For the latest Pillow Project show, NOW:PLAYING, it’s not the dancing that’s choreographed. In this case, it’s the lighting doing the heavy lifting. Lights provide structure to the piece as five dancers are free to move as they please.
But while the show continues the company’s post-modern jazz style of “improvography” — a portmanteau combining improvisation and choreography — its journey to Kelly Strayhorn Theater was hardly off the cuff.
“This has been a long time coming,” says Pillow Project founding artistic director Pearlann Porter, who also directs the show along with John Lambert.
NOW:PLAYING makes its world premiere Dec. 7-8.
Porter started developing NOW:PLAYING in 2013 by using two projectors on each side of the stage to provide what she calls a “playground” for the dancers. The idea, she says, differs from conventional uses of theatrical projection and lighting, as images are usually cast on the back wall of a stage.
“I wanted to preserve the idea of a fully ink-black background and the dancers being the only thing illuminated in space,” says Porter.
She adds that the approach makes the show “kind of a bizarre thing to look at.” Because of the way the light hits them, you may only see the upper body of one dancer, while the lower half of another dancer moves below them (this becomes even stranger when considering that each dancer wears different pairs of shoes). At one point, a single dancer is completely illuminated while beset by a flurry of disembodied hands belonging to the other dancers.
With no technical or professional lighting background, Porter had to explore the unfamiliar territory of technology in order to make her vision work.
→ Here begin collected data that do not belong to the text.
"""One judge per test: each reads the measurements and the design and says its rule in words.

- Zs measured with the conductors at ``temperature_c``: the design maximum Zs scaled by the ratio of
  resistances (1 + 0.004 (theta_m - 20)) / (1 + 0.004 (theta_op - 20)), and the common 0.8 rule beside it
  (BS 7671 Appendix 3 approach; the verdict rests on the scaled limit).
- R1+R2 measured: corrected to the operating temperature and added to Ze, against the maximum Zs.
- Insulation resistance: at least the minimum for the circuit voltage at its test voltage (Table 64, from memory).
- RCD: operating time at IΔn and at 5 IΔn within the device's limits (BS EN 61008-1 / 61009-1 Table 1); at half
  IΔn it must not trip (from memory).
- Polarity: confirmed (643.6), a yes/no test.
- Ze measured against the Ze the design assumed; the prospective fault current measured against the device's
  breaking capacity (434.5.1, or the board's conditional rating).
- Ring continuity (643.2.1, common practice): the end-to-end r1 and rn within 0.05 ohm of each other, r2 within
  0.05 ohm of r1 times the line/cpc size ratio, and (r1 + r2) / 4 within 0.05 ohm of the R1+R2 measured: each
  judged on the difference, against the 0.05 ohm the rule allows.
"""

from __future__ import annotations

from dataclasses import dataclass
from typing import Any

from service.electrical.cables.conductors import operating_temperature_c
from service.electrical.datafiles import core_table, device_table
from service.electrical.devices import residual
from service.electrical.devices.limits import measured_limit_ohm
from service.electrical.errors import InvalidInput
from service.electrical.inputs import Circuit, Supply
from service.electrical.results.circuit_result import CircuitResult
from service.electrical.results.verdicts import Verdict
from service.electrical.testing.measured import CIRCUIT_VOLTAGES, Judgement, Measured

PASS, FAIL, NOT_VERIFIED = Verdict.PASS, Verdict.FAIL, Verdict.NOT_VERIFIED


@dataclass(frozen=True)
class Context:
    """What every judgement reads: the design's result, the supply, the circuit, the measurements and temperatures."""

    design: CircuitResult
    supply: Supply
    circuit: Circuit
    measured: Measured
    operating_c: float
    ratio: float  # resistance at the measuring temperature over resistance at the operating temperature
    max_zs_ohm: float | None  # the limit the design's max-zs check applied (the RCD's where it protects)


NO_MAX_ZS = "no maximum Zs follows from the design data"
ASSUMED_INSULATION = "thermoplastic-70"  # a circuit given only its R1+R2: the operating temperature taken for it


def operating_c(circuit: Circuit) -> float:
    """The conductors' operating temperature the design's limits were worked at, degC (BS 7671 Table 41 notes)."""
    return float(operating_temperature_c(circuit.conductors.insulation if circuit.conductors else ASSUMED_INSULATION))


def largest_zs_at(design: CircuitResult, circuit: Circuit, temperature_c: float) -> float | None:
    """The largest Zs a tester may read with the conductors at ``temperature_c``: the limit the design's max-zs check
    applied, scaled by the ratio of resistances (BS 7671 Appendix 3 approach); None where the design has none."""
    check = design.check("max-zs")
    if check is None or check.limit is None:
        return None
    return float(measured_limit_ohm(check.limit, operating_c(circuit), temperature_c)[0])


STABLE_NOTE = "Above 200 ohm a loop reading may not be stable (note to BS 7671:2018 Table 41.5)."
CONTINUITY_FACTOR = 1.5  # common practice: a TN loop reading this far above the design's points to the cpc path


def judge_zs(ctx: Context) -> list[Judgement]:
    """Zs measured cold against the design maximum scaled by the ratio of resistances, the 0.8 rule beside it."""
    m = ctx.measured
    if m.zs_ohm is None:
        return []
    if ctx.max_zs_ohm is None:
        return [Judgement("zs", NOT_VERIFIED, "Zs at most the design's maximum", m.zs_ohm, None, "ohm", NO_MAX_ZS)]
    limit, rule = measured_limit_ohm(ctx.max_zs_ohm, ctx.operating_c, m.temperature_c)
    basis = (
        f"design maximum Zs {ctx.max_zs_ohm:.3f} ohm scaled by {ctx.ratio:.3f} for conductors at {m.temperature_c:g} "
        f"degC instead of {ctx.operating_c:g} degC; the 0.8 rule (common practice) shown beside it"
    )
    said = f"Zs measured at {m.temperature_c:g} degC at most {limit:.3f} ohm"
    note = STABLE_NOTE if m.zs_ohm > residual.stable_resistance_limit_ohm() else None
    verdict = PASS if m.zs_ohm <= limit else FAIL
    return [Judgement("zs", verdict, said, m.zs_ohm, limit, "ohm", basis, note, rule_of_thumb_limit=rule)]


def judge_zs_continuity(ctx: Context) -> list[Judgement]:
    """TN: a measured Zs far above what the design's conductors give points to an open or high-resistance cpc.

    The loop is metallic all the way in TN, so the reading should be near Ze + (R1+R2) at the measuring
    temperature; more than 1.5 times that fails, whatever an RCD would tolerate (common practice). Above
    200 ohm the reading may not be stable (note to BS 7671:2018 Table 41.5).
    """
    m, design = ctx.measured, ctx.design.r1_plus_r2_ohm
    if m.zs_ohm is None or ctx.supply.earthing == "TT" or design is None:
        return []
    expected = ctx.supply.ze_ohm + design * ctx.ratio
    limit = CONTINUITY_FACTOR * expected
    note = STABLE_NOTE if m.zs_ohm > residual.stable_resistance_limit_ohm() else None
    basis = (
        f"TN: Ze {ctx.supply.ze_ohm:g} ohm + design R1+R2 {design:.4f} ohm x {ctx.ratio:.3f} = {expected:.4f} ohm at "
        f"{m.temperature_c:g} degC; a reading above {CONTINUITY_FACTOR:g} times that points to an open or "
        "high-resistance protective conductor (common practice)"
    )
    said = f"Zs at most {CONTINUITY_FACTOR:g} x the {expected:.3f} ohm the design's conductors give"
    verdict = PASS if m.zs_ohm <= limit else FAIL
    return [Judgement("zs-continuity", verdict, said, m.zs_ohm, limit, "ohm", basis, note)]


def judge_r1_plus_r2(ctx: Context) -> list[Judgement]:
    """R1+R2 measured cold, corrected to the operating temperature and added to Ze, against the maximum Zs."""
    m, ze = ctx.measured, ctx.supply.ze_ohm
    if m.r1_plus_r2_ohm is None:
        return []
    corrected = m.r1_plus_r2_ohm / ctx.ratio
    design = ctx.design.r1_plus_r2_ohm
    note = (
        f"{(corrected / design - 1) * 100:+.1f} % against the design R1+R2 at operating temperature" if design else None
    )
    said = "Ze + R1+R2 (corrected to operating temperature) at most the design's maximum Zs"
    if ctx.max_zs_ohm is None:
        return [
            Judgement("r1-plus-r2", NOT_VERIFIED, said, m.r1_plus_r2_ohm, None, "ohm", NO_MAX_ZS, note,
                      corrected_value=corrected)
        ]  # fmt: skip
    room = ctx.max_zs_ohm - ze  # what the loop leaves for R1+R2 at operating temperature
    limit, rule = measured_limit_ohm(room, ctx.operating_c, m.temperature_c)
    basis = (
        f"corrected to {ctx.operating_c:g} degC ({corrected:.3f} ohm) and added to Ze {ze:g} ohm, against the "
        f"maximum Zs {ctx.max_zs_ohm:.3f} ohm; the limit shown is for the value as measured at {m.temperature_c:g} degC"
    )
    verdict = PASS if ze + corrected <= ctx.max_zs_ohm else FAIL
    return [
        Judgement("r1-plus-r2", verdict, said, m.r1_plus_r2_ohm, limit, "ohm", basis, note,
                  rule_of_thumb_limit=rule, corrected_value=corrected)
    ]  # fmt: skip


def insulation_row(circuit_voltage: str) -> dict[str, Any]:
    """The Table 64 row (from memory) of a circuit voltage: its test voltage and minimum resistance."""
    for row in core_table("insulation_resistance")["rows"]:
        if row["circuit"] == circuit_voltage:
            return row
    raise InvalidInput(("measured", "circuit_voltage"), f"circuit_voltage is one of {list(CIRCUIT_VOLTAGES)}")


def judge_insulation(ctx: Context) -> list[Judgement]:
    """Insulation resistance at least the minimum for the circuit voltage, at its test voltage (Table 64, M)."""
    m = ctx.measured
    if m.insulation_resistance_megohm is None:
        return []
    row = insulation_row(m.circuit_voltage)
    least = row["minimum_megohm"]
    basis = (
        f"{core_table('insulation_resistance')['source']}: {row['description']}, at least {least:g} megohm "
        f"at {row['test_voltage_v']} V d.c. (from memory)"
    )
    said = f"at least {least:g} megohm at {row['test_voltage_v']} V d.c."
    if m.insulation_test_voltage_v is not None and m.insulation_test_voltage_v != row["test_voltage_v"]:
        note = f"tested at {m.insulation_test_voltage_v:g} V; the table asks for {row['test_voltage_v']} V"
        return [
            Judgement("insulation-resistance", NOT_VERIFIED, said, m.insulation_resistance_megohm, least, "megohm",
                      basis, note)
        ]  # fmt: skip
    verdict = PASS if m.insulation_resistance_megohm >= least else FAIL
    return [Judgement("insulation-resistance", verdict, said, m.insulation_resistance_megohm, least, "megohm", basis)]


RCD_TESTS = (("rcd-time-idn", "rcd_time_ms_at_idn", 0), ("rcd-time-5idn", "rcd_time_ms_at_5idn", 2))


def rcd_times_ms(delay: str, index: int) -> tuple[float, float | None, float]:
    """At the ``index``-th multiple of IΔn of BS EN 61008-1 / 61009-1 Table 1: the longest and the shortest time
    (ms, None: no shortest) and the multiple."""
    row = device_table("residual")["delays"][delay]
    least = row["min_time_s"][index]
    return row["max_time_s"][index] * 1000, None if least is None else least * 1000, row["multiples"][index]


def judge_rcd_times(ctx: Context) -> list[Judgement]:
    """RCD operating times at IΔn and 5 IΔn within the device's limits (BS EN 61008-1 / 61009-1 Table 1)."""
    rcd, out = ctx.circuit.device.rcd, []
    for test, name, index in RCD_TESTS:
        value = getattr(ctx.measured, name)
        if value is None:
            continue
        if rcd is None:
            raise InvalidInput(("measured", name), "the circuit has no RCD")
        limit_ms, least_ms, multiple = rcd_times_ms(rcd.delay, index)
        ok = value <= limit_ms and (least_ms is None or value >= least_ms)
        said = f"operates at {multiple} x IΔn within {limit_ms:g} ms"
        basis = f"BS EN 61008-1 / 61009-1 Table 1: {rcd.delay} RCD at {multiple} x IΔn, at most {limit_ms:g} ms"
        if least_ms is not None:
            said += f" and not before {least_ms:g} ms"
            basis += f" and at least {least_ms:g} ms"
        out.append(Judgement(test, PASS if ok else FAIL, said, value, limit_ms, "ms", basis))
    return out


def judge_yes_no(test: str, found: bool | None, required: bool, said: str, basis: str) -> list[Judgement]:
    """A test whose answer is yes or no: passed where the answer is the one the rule asks."""
    if found is None:
        return []
    words = {True: "yes", False: "no"}
    verdict = PASS if found == required else FAIL
    return [Judgement(test, verdict, said, None, None, "", basis, answer=words[found], required=words[required])]


def judge_polarity(ctx: Context) -> list[Judgement]:
    """Polarity confirmed (BS 7671:2018 643.6)."""
    basis = "BS 7671:2018 643.6, polarity"
    return judge_yes_no("polarity", ctx.measured.polarity_confirmed, True, "polarity confirmed correct", basis)


def judge_rcd_half(ctx: Context) -> list[Judgement]:
    """At half its IΔn an RCD must not trip (BS EN 61008-1 / 61009-1, from memory)."""
    tripped = ctx.measured.rcd_tripped_at_half_idn
    if tripped is not None and ctx.circuit.device.rcd is None:
        raise InvalidInput(("measured", "rcd_tripped_at_half_idn"), "the circuit has no RCD")
    basis = "BS EN 61008-1 / 61009-1: no tripping at 0.5 x IΔn (from memory)"
    return judge_yes_no("rcd-half-idn", tripped, False, "the RCD trips at half its IΔn (it must not)", basis)


def judge_ze(ctx: Context) -> list[Judgement]:
    """Ze measured against the Ze the design's limits were worked from (no higher, or the design must be redone)."""
    m = ctx.measured
    if m.ze_ohm is None:
        return []
    design = ctx.supply.ze_ohm
    basis = f"the design assumed Ze {design:g} ohm; every limit of this circuit was worked from it (411.4.4)"
    note = "above the design's Ze: check the circuit again with the measured value" if m.ze_ohm > design else None
    verdict = PASS if m.ze_ohm <= design * (1 + 1e-9) else FAIL
    return [Judgement("ze", verdict, f"Ze at most the {design:g} ohm the design assumed", m.ze_ohm, design, "ohm",
                      basis, note)]  # fmt: skip


BC_BASIS = "BS 7671:2018 434.5.1: the breaking capacity at least the prospective fault current measured"


def judge_fault_level(ctx: Context) -> list[Judgement]:
    """The prospective fault current measured against the device's breaking capacity (or the board's rating)."""
    m = ctx.measured
    if m.prospective_fault_current_ka is None:
        return []
    check = ctx.design.check("breaking-capacity")
    limit = None if check is None else check.limit
    said = "the prospective fault current at most the device's breaking capacity"
    if limit is None:
        note = "the device's breaking capacity is not known: state breaking_capacity_ka"
        return [
            Judgement("fault-level", NOT_VERIFIED, said, m.prospective_fault_current_ka, None, "kA", BC_BASIS, note)
        ]
    verdict = PASS if m.prospective_fault_current_ka <= limit * (1 + 1e-9) else FAIL
    return [
        Judgement("fault-level", verdict, said, m.prospective_fault_current_ka, limit, "kA", check.basis, check.note)
    ]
Even so, she wanted the concept – which involves four projectors playing at once – to be “as analog as possible.”
As a result, some of the projections are surprisingly low-tech, varying from a single band of light to footage of smoke curling from incense Porter burned in her home and shot with her smartphone camera.
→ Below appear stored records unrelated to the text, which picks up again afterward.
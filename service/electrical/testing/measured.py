"""What a tester measures on site, and the shapes of the answer: each judgement says its rule in words, a yes/no
test as yes or no, and a result counts its verdicts (declared once: :mod:`service.electrical.results.shapes`)."""

from __future__ import annotations

from dataclasses import dataclass

from service.electrical.results.shapes import figure
from service.electrical.results.verdicts import VERDICTS

CIRCUIT_VOLTAGES = ("selv-pelv", "up-to-500v", "above-500v")
ANSWERS = ("yes", "no")


@dataclass(frozen=True)
class Measured:
    temperature_c: float = 20.0
    zs_ohm: float | None = None
    r1_plus_r2_ohm: float | None = None
    insulation_resistance_megohm: float | None = None
    insulation_test_voltage_v: float | None = None
    circuit_voltage: str = "up-to-500v"
    rcd_time_ms_at_idn: float | None = None
    rcd_time_ms_at_5idn: float | None = None
    polarity_confirmed: bool | None = None
    ze_ohm: float | None = None
    prospective_fault_current_ka: float | None = None
    ring_r1_ohm: float | None = None  # end to end
    ring_rn_ohm: float | None = None
    ring_r2_ohm: float | None = None
    rcd_tripped_at_half_idn: bool | None = None


@dataclass
class Judgement:
    """One test of one circuit judged against its rule."""

    test: str = figure("the test's name", nullable=False)
    verdict: str = figure(nullable=False, choices=VERDICTS)
    rule: str = figure("the rule in words, with the figures it was applied with", nullable=False)
    measured: float | None = figure("the value as measured (a difference where the rule is one), in unit")
    limit: float | None = figure("what the rule allows for the value as measured, in unit; null for a yes/no test")
    unit: str = figure("of measured and limit", nullable=False)
    basis: str = figure("the clause or practice the rule rests on", nullable=False)
    note: str | None = figure("why the verdict is what it is, where it is not plain", default=None)
    rule_of_thumb_limit: float | None = figure("the 0.8 rule, beside the temperature-corrected limit", default=None)
    corrected_value: float | None = figure("the measured value corrected to operating temperature", default=None)
    answer: str | None = figure("a yes/no test: what was found", choices=ANSWERS, default=None)
    required: str | None = figure("a yes/no test: what the rule asks", choices=ANSWERS, default=None)


@dataclass
class VerificationResult:
    """One circuit's measured results judged against its design's limits."""

    id: str | None = figure("the circuit's id, as given")
    design_max_zs_ohm: float | None = figure("the largest Zs at operating temperature the design allows")
    design_r1_plus_r2_ohm: float | None = figure("the design's R1+R2 at operating temperature")
    operating_temperature_c: float = figure("the conductors' operating temperature the design assumed", nullable=False)
    judgements: list[Judgement] = figure(nullable=False)
    counts: dict[str, int] = figure("how many judgements came to each verdict", nullable=False)
    verdict: str = figure(
        "fail if a judgement fails, else not-verified if one could not be made, else pass",
        nullable=False,
        choices=VERDICTS,
    )
    cautions: list[str] = figure(nullable=False, default_factory=list)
It all unfolds over three sections, each meant to convey a different but linear theme. The first one erupts in chaos, with dancers moving to an original score by PJ Roduta, whose composition included adding drums to the sounds of tearing into the strings in a piano. The second section goes for simplicity with stripped-down jazz music consisting of two instruments, a saxophone, and upright bass. The third section finds a balance between the first two by going for a more structured, orderly tone.
While it took years to develop, Porter feels that the risk paid off and is confident audiences will see something totally different from previous Pillow Project shows.
“This isn’t a modern piece or contemporary piece,” says Porter. “To me, this is a new idea in jazz dance.”